=== EXERCISE AIM ===
Search the records for the word "boolean" and pick out every line that has it.

--- RECORDS FOR THIS TASK Enclosed Below ---

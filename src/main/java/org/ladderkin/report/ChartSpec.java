package org.ladderkin.report;

import java.util.Arrays;
import java.util.Comparator;
import java.util.List;
import java.util.Objects;
import java.util.stream.IntStream;

/**
 * What a chart shows, independent of how it is drawn (SVG in reports, a live panel in the desktop planner) and of
 * CSV export, which writes exactly these series.
 *
 * @param title   chart title
 * @param xLabel  x-axis label with unit
 * @param yLabel  y-axis label with unit
 * @param logX    logarithmic x axis
 * @param logY    logarithmic y axis
 * @param series  the curves
 * @param palette how colour indices become colours
 */
public record ChartSpec(String title, String xLabel, String yLabel, boolean logX, boolean logY, List<Series> series,
                        Palette palette) {

    /** The sign and unit every ΔA chart uses, the report's and the fit tab's alike: the bleach is positive. */
    public static final String BLEACH_AXIS = "−ΔA (bleach, mOD)";
    /** ΔA in OD times this gives the {@link #BLEACH_AXIS} value. */
    public static final double BLEACH_AXIS_PER_OD = -1e3;

    public ChartSpec {
        Objects.requireNonNull(title, "title");
        Objects.requireNonNull(palette, "palette");
        series = List.copyOf(series);
    }

    /** A chart whose series take distinct colours in order. */
    public ChartSpec(String title, String xLabel, String yLabel, boolean logX, boolean logY, List<Series> series) {
        this(title, xLabel, yLabel, logX, logY, series, Palette.CATEGORICAL);
    }

    /** How colour indices become colours. */
    public enum Palette {
        /** Unrelated quantities: hues as far apart as possible. */
        CATEGORICAL,
        /** An ordered family (a fluence series): a ramp from cool to warm, index 0 at the cool end. */
        SEQUENTIAL
    }

    /** How a series is drawn. */
    public enum Style {
        LINE,
        /** Markers only (measured data). */
        POINTS,
        /** Bars centred on each x (a distribution over integers); several bar series stand side by side. */
        BARS
    }

    /**
     * One curve.
     *
     * @param name     legend text
     * @param x        abscissae
     * @param y        ordinates, same length
     * @param style    how it is drawn
     * @param colour   colour index shared by series that belong together (a trace, its fit and its residuals), or
     *                 −1 for the next free index in series order
     * @param inLegend whether the legend lists it (a fit line is named by its trace's entry, which shows both)
     */
    public record Series(String name, double[] x, double[] y, Style style, int colour, boolean inLegend) {
        public Series {
            Objects.requireNonNull(name, "name");
            Objects.requireNonNull(style, "style");
            if (x.length != y.length) {
                throw new IllegalArgumentException("series '" + name + "' has " + x.length + " x values but " + y.length + " y values");
            }
            if (colour < -1) {
                throw new IllegalArgumentException("series '" + name + "': colour index must be ≥ 0 or −1 (automatic), was " + colour);
            }
            x = x.clone();
            y = y.clone();
        }

        /** A line or marker series with an automatic colour, listed in the legend. */
        public Series(String name, double[] x, double[] y, boolean points) {
            this(name, x, y, points ? Style.POINTS : Style.LINE, -1, true);
        }

        @Override
        public double[] x() {
            return x.clone();
        }

        @Override
        public double[] y() {
            return y.clone();
        }

        /** A line series. */
        public static Series line(String name, double[] x, double[] y) {
            return new Series(name, x, y, Style.LINE, -1, true);
        }

        /** A marker series. */
        public static Series points(String name, double[] x, double[] y) {
            return new Series(name, x, y, Style.POINTS, -1, true);
        }

        /** A bar series. */
        public static Series bars(String name, double[] x, double[] y) {
            return new Series(name, x, y, Style.BARS, -1, true);
        }

        /** This series with colour index {@code index}. */
        public Series colour(int index) {
            return new Series(name, x, y, style, index, inLegend);
        }

        /** This series left out of the legend. */
        public Series unlisted() {
            return new Series(name, x, y, style, colour, false);
        }
    }

    /**
     * The colour index of each series: its own when set, else the next index no series has claimed yet, in series
     * order.
     */
    public int[] colourIndices() {
        int next = series.stream().mapToInt(Series::colour).max().orElse(-1) + 1;
        int[] out = new int[series.size()];
        for (int i = 0; i < out.length; i++) {
            int c = series.get(i).colour();
            out[i] = c >= 0 ? c : next++;
        }
        return out;
    }

    /** How many colours the chart uses: one past the largest index. */
    public int colourCount() {
        return Arrays.stream(colourIndices()).max().orElse(-1) + 1;
    }

    /** Legend text for a fluence: "⟨N⟩ = 0.13" (three significant digits, no trailing zeros). */
    public static String meanN(double n) {
        if (!Double.isFinite(n)) {
            return "⟨N⟩ unknown";
        }
        return "⟨N⟩ = " + new java.math.BigDecimal(n).round(new java.math.MathContext(3)).stripTrailingZeros().toPlainString();
    }

    /**
     * Rank of each value in ascending order (ties keep their given order): the colour indices that order a sequential
     * palette by a value such as ⟨N⟩.
     */
    public static int[] ranks(double[] values) {
        Integer[] order = IntStream.range(0, values.length).boxed().toArray(Integer[]::new);
        Arrays.sort(order, Comparator.comparingDouble(i -> values[i]));
        int[] rank = new int[values.length];
        for (int r = 0; r < order.length; r++) {
            rank[order[r]] = r;
        }
        return rank;
    }
}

--- End of Enclosed RECORDS FOR THIS TASK ---

=== RESPONSE ===
public record ChartSpec(String title, String xLabel, String yLabel, boolean logX, boolean logY, List<Series> series,
    public ChartSpec(String title, String xLabel, String yLabel, boolean logX, boolean logY, List<Series> series) {
    public record Series(String name, double[] x, double[] y, Style style, int colour, boolean inLegend) {
        public Series(String name, double[] x, double[] y, boolean points) {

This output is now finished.